クリストファー・ビール裁判官は判決理由として、「パターソン被告は3人の命を奪い、イアン・ウィルキンソンさん(生存した夫の叔父)の健康に永続的な損傷を与えた」と述べ、「愛する祖父母を奪われたあなた自身の子どもたちに計り知れない苦痛を与えた」と指摘した。
パターソン被告は2023年7月末、当時別居中だった夫の両親、叔母、叔父の4名をビクトリア州レオンガタの自宅に招待し、挽き肉とキノコを使った料理を振る舞った。食事後、帰宅した4人は激しい腹痛などに見舞われ入院し、義理の両親と夫の叔母は約1週間後に死亡、夫の叔父だけが一命を取り留めた。

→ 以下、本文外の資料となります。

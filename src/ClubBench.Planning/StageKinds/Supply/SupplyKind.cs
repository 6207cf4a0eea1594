using System.Resources;
using ClubBench.Planning.Advising;
using ClubBench.Planning.Cards;
using ClubBench.Planning.Drawings;
using ClubBench.Planning.Figures;
using ClubBench.Planning.Kits;
using ClubBench.Planning.Plans;
using static ClubBench.Planning.StageKinds.Supply.SupplyStage;

namespace ClubBench.Planning.StageKinds.Supply;

/// <summary>Supply input: polarity diode, fuse, reservoir, regulator.</summary>
internal sealed class SupplyKind : StageKind<SupplyStage, SupplyModel>
{
    public const string Input = "input";
    public const string Output = "output";

    /// <summary>A fuse below this multiple of the current ages and opens; above the other it protects the leads only (common practice).</summary>
    private const double LeastFuseRatio = 1.5;
    private const double MostFuseRatio = 10;

    /// <summary>What small three-pin regulators need over their output (from memory of data sheets).</summary>
    private const double LeastHeadroomV = 2;
    private const double RegulatorRoom = 0.03;

    public static StageDescription DescriptionOf { get; } = new(
        "supply",
        DependsOn.Nothing,
        [new PortDescription(Input, PortDirection.In), new PortDescription(Output, PortDirection.Out)],
        [],
        [
            new PartRole(Roles.PolarityDiode, PartClass.Diode, RoleNeed.Required, []),
            new PartRole(Roles.Fuse, PartClass.Hardware, RoleNeed.Required, [PartValue.RatedCurrent]),
            new PartRole(Roles.Reservoir, PartClass.Capacitor, RoleNeed.Usual, [PartValue.Capacitance]),
            new PartRole(Roles.Regulator, PartClass.IntegratedCircuit, RoleNeed.Optional, [PartValue.Voltage]),
            new PartRole(Roles.RegulatorCapacitor, PartClass.Capacitor, RoleNeed.Optional, [PartValue.Capacitance], Most: 2),
        ],
        [
            new SettingDescription(Settings.DiodeDrop, QuantityKind.Voltage, 0.35),
            new SettingDescription(Settings.RestCurrent, QuantityKind.Current, 0.08),
            new SettingDescription(Settings.Efficiency, QuantityKind.Ratio, 0.5),
        ],
        ["regulated-voltage", "drawn-current"]);

    public override StageDescription Description => DescriptionOf;

    public override ResourceManager Texts { get; } = new("ClubBench.Planning.StageKinds.Supply.Texts", typeof(SupplyKind).Assembly);

    public override Schematic Draw(StageDocument before, StageDocument? after)
    {
        var s = new SchematicSketch(DescriptionOf, before, after);
        s.Terminal(0, 4, Input);
        s.Wire(0, 4, 2, 4);
        s.Role(SymbolKind.Fuse, 2, 4, Orientation.Across, Roles.Fuse);
        s.Wire(6, 4, 8, 4);
        s.Role(SymbolKind.Diode, 8, 4, Orientation.Across, Roles.PolarityDiode);
        s.Wire(12, 4, 18, 4);
        if (s.Role(SymbolKind.Electrolytic, 14, 4, Orientation.Down, Roles.Reservoir)) s.Ground(14, 8);
        if (s.Role(SymbolKind.Regulator, 18, 4, Orientation.Across, Roles.Regulator))
        {
            s.Wire(20, 5, 20, 6);
            s.Ground(20, 6);
            s.Wire(22, 4, 28, 4);
            if (s.Role(SymbolKind.Capacitor, 25, 4, Orientation.Down, Roles.RegulatorCapacitor)) s.Ground(25, 8);
        }
        else
        {
            s.Wire(18, 4, 28, 4);
        }

        s.Terminal(28, 4, Output);
        s.Point("A", 12, 4);
        s.Point("B", 22, 4);
        return s.Finish();
    }

    public override CardNotes Notes(StageDocument stage, Surroundings surroundings) => new(
        [Line.Of("line.look-at-joints"), Line.Of("line.diode-stripe"), Line.Of("line.supply-not-short")],
        Figure.Of("limit", QuantityKind.Current, 0.05),
        [Line.Of("line.no-volts"), Line.Of("line.volts-outside"), Line.Of("line.call-mentor")],
        [Caution.BeforePower("caution.polarity"), Caution.BeforePower("caution.fuse-at-source"), Caution.BeforePower("caution.lithium-pack"), Caution.Measuring("caution.probe-slips")],
        null);

    protected override SupplyStage Read(StageDocument stage) => SupplyStage.Read(stage);

    protected override IEnumerable<FieldMessage> Check(SupplyStage stage, StageDocument document, string path)
    {
        if (stage.Efficiency is <= 0 or > 1)
            yield return FieldMessage.Error($"{path}.settings.{Settings.Efficiency}", "kit.efficiency-outside");
    }

    protected override SupplyModel Model(SupplyStage stage, Surroundings surroundings) => new(stage, surroundings);

    protected override IReadOnlyList<Finding> Judge(SupplyStage stage, SupplyModel model, Surroundings surroundings, IReadOnlyList<Demand> demands, string key)
    {
        var findings = new List<Finding>();
        IReadOnlyList<Figure> fuse = [Figure.Of("fuse-rating", stage.FuseRating), Figure.Of("drawn-current", model.Drawn) with { Digits = 2 }];
        if (model.FuseRatio < LeastFuseRatio) findings.Add(new Finding("supply.fuse-too-small", Severity.Warning, key, stage.Fuse.Designator, fuse, StageAction.Check));
        else if (model.FuseRatio > MostFuseRatio) findings.Add(new Finding("supply.fuse-too-large", Severity.Warning, key, stage.Fuse.Designator, fuse, StageAction.Check));
        if (model.HeadroomVolt is { } volts and < LeastHeadroomV)
            findings.Add(new Finding("supply.little-headroom", Severity.Warning, key, stage.Regulator!.Designator, [Figure.Of("headroom", QuantityKind.Voltage, volts) with { Digits = 2 }, Figure.Of("least", QuantityKind.Voltage, LeastHeadroomV)], StageAction.Check));
        return findings;
    }

    protected override IReadOnlyList<ExpectedReading> Expect(SupplyStage stage, SupplyModel model, Surroundings surroundings, string key) =>
        stage.Regulated is { Volt: var v }
            ? [new($"{key}.regulated-voltage", QuantityKind.Voltage, v, (1 - RegulatorRoom) * v, (1 + RegulatorRoom) * v, "set-up.meter-behind-regulator", InstrumentClass.Multimeter, WindowSides.Both, new Dictionary<string, double>())]
            : [];
}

警察の調べにより、パターソン被告が作った料理には猛毒のタマゴテングタケ(デスキャップ)が含まれていたことが判明し、その結果パターソン被告は逮捕された。タマゴテングタケは極めて強い毒性を有し、食用キノコと見分けがつきにくいため、世界の毒キノコによる死亡例の約90%を占めるとされている。
公判でパターソン被告側は、問題のキノコが毒キノコであることを知らず、誤って料理に使用したと主張した。しかし裁判所は、パターソン被告が各人に異なる色の皿で料理を提供した点に着目し、自らが誤って毒入りの料理を口にしないよう配慮したものと判断した。
この事件は裁判期間中、オーストラリア国内で大きな注目を集めた。現在、この裁判を題材にした書籍、複数のドキュメンタリー、テレビドラマが制作中である。